BEGIN THE INPUT
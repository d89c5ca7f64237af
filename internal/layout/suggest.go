package layout

import (
	"fmt"
	"strings"
	"unicode/utf8"
)

// Limits of the "did you mean" suggestion for a misspelt key or word.
const (
	// suggestMaxEdits is the largest edit distance at which a known word is
	// suggested for a misspelt one.
	suggestMaxEdits = 2
	// suggestMinPrefix is the shortest shared beginning at which a known
	// word is suggested when the edit distance is larger ("treatment" for
	// "treatment_depth").
	suggestMinPrefix = 4
)

// suggest returns the known word that got was most likely meant to be, or ""
// when none is close. A word is close when its edit distance to got (case
// ignored) is at most suggestMaxEdits, or, failing that, when the two share
// a beginning of at least suggestMinPrefix characters (or one is a prefix of
// the other and at least 3 characters long). The first of equally close
// words wins.
func suggest(got string, known []string) string {
	g := strings.ToLower(got)
	best, bestDist := "", suggestMaxEdits+1
	for _, k := range known {
		kl := strings.ToLower(k)
		if n, m := utf8.RuneCountInString(g), utf8.RuneCountInString(kl); n-m > suggestMaxEdits || m-n > suggestMaxEdits {
			continue // too different in length to be within reach
		}
		if d := levenshtein(g, kl); d < bestDist {
			best, bestDist = k, d
		}
	}
	if best != "" {
		return best
	}
	bestPrefix := 0
	for _, k := range known {
		kl := strings.ToLower(k)
		p := commonPrefix(g, kl)
		short := min(utf8.RuneCountInString(g), utf8.RuneCountInString(kl))
		if (p >= suggestMinPrefix || (p == short && p >= 3)) && p > bestPrefix {
			best, bestPrefix = k, p
		}
	}
	return best
}

// unknownKeyMsg is the message for the key got in the section called where
// ("the top level", "cell", "arrays[1].arc"), whose keys are known.
func unknownKeyMsg(got, where string, known []string) string {
	if s := suggest(got, known); s != "" {
		return fmt.Sprintf("unknown key %q; did you mean %q?", got, s)
	}
	return fmt.Sprintf("unknown key %q; the keys of %s are %s", got, where, strings.Join(known, ", "))
}

// oneOf lists words as "a, b or c".
func oneOf(words []string) string {
	switch len(words) {
	case 0:
		return ""
	case 1:
		return words[0]
	}
	return strings.Join(words[:len(words)-1], ", ") + " or " + words[len(words)-1]
}

// levenshtein returns the number of single-character insertions, deletions
// and substitutions that turn a into b, counting runes (Levenshtein 1966,
// the two-row dynamic programme; common practice).
func levenshtein(a, b string) int {
	ra, rb := []rune(a), []rune(b)
	prev := make([]int, len(rb)+1)
	cur := make([]int, len(rb)+1)
	for j := range prev {
		prev[j] = j
	}
	for i := 1; i <= len(ra); i++ {
		cur[0] = i
		for j := 1; j <= len(rb); j++ {
			cost := 1
			if ra[i-1] == rb[j-1] {
				cost = 0
			}
			cur[j] = min(prev[j]+1, cur[j-1]+1, prev[j-1]+cost)
		}
		prev, cur = cur, prev
	}
	return prev[len(rb)]
}

// commonPrefix returns the number of leading runes a and b share.
func commonPrefix(a, b string) int {
	n := 0
	for a != "" && b != "" {
		ra, sa := utf8.DecodeRuneInString(a)
		rb, sb := utf8.DecodeRuneInString(b)
		if ra != rb {
			break
		}
		n++
		a, b = a[sa:], b[sb:]
	}
	return n
}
END THE INPUT
- [WHAT THE TASK REQUIRES] Every line from the one containing "for j := 1;" through the end of the entries above must be echoed exactly, with both ends kept.

- [WRITTEN SOLUTION]
		for j := 1; j <= len(rb); j++ {
			cost := 1
			if ra[i-1] == rb[j-1] {
				cost = 0
			}
			cur[j] = min(prev[j]+1, cur[j-1]+1, prev[j-1]+cost)
		}
		prev, cur = cur, prev
	}
	return prev[len(rb)]
}

// commonPrefix returns the number of leading runes a and b share.
func commonPrefix(a, b string) int {
	n := 0
	for a != "" && b != "" {
		ra, sa := utf8.DecodeRuneInString(a)
		rb, sb := utf8.DecodeRuneInString(b)
		if ra != rb {
			break
		}
		n++
		a, b = a[sa:], b[sb:]
	}
	return n
}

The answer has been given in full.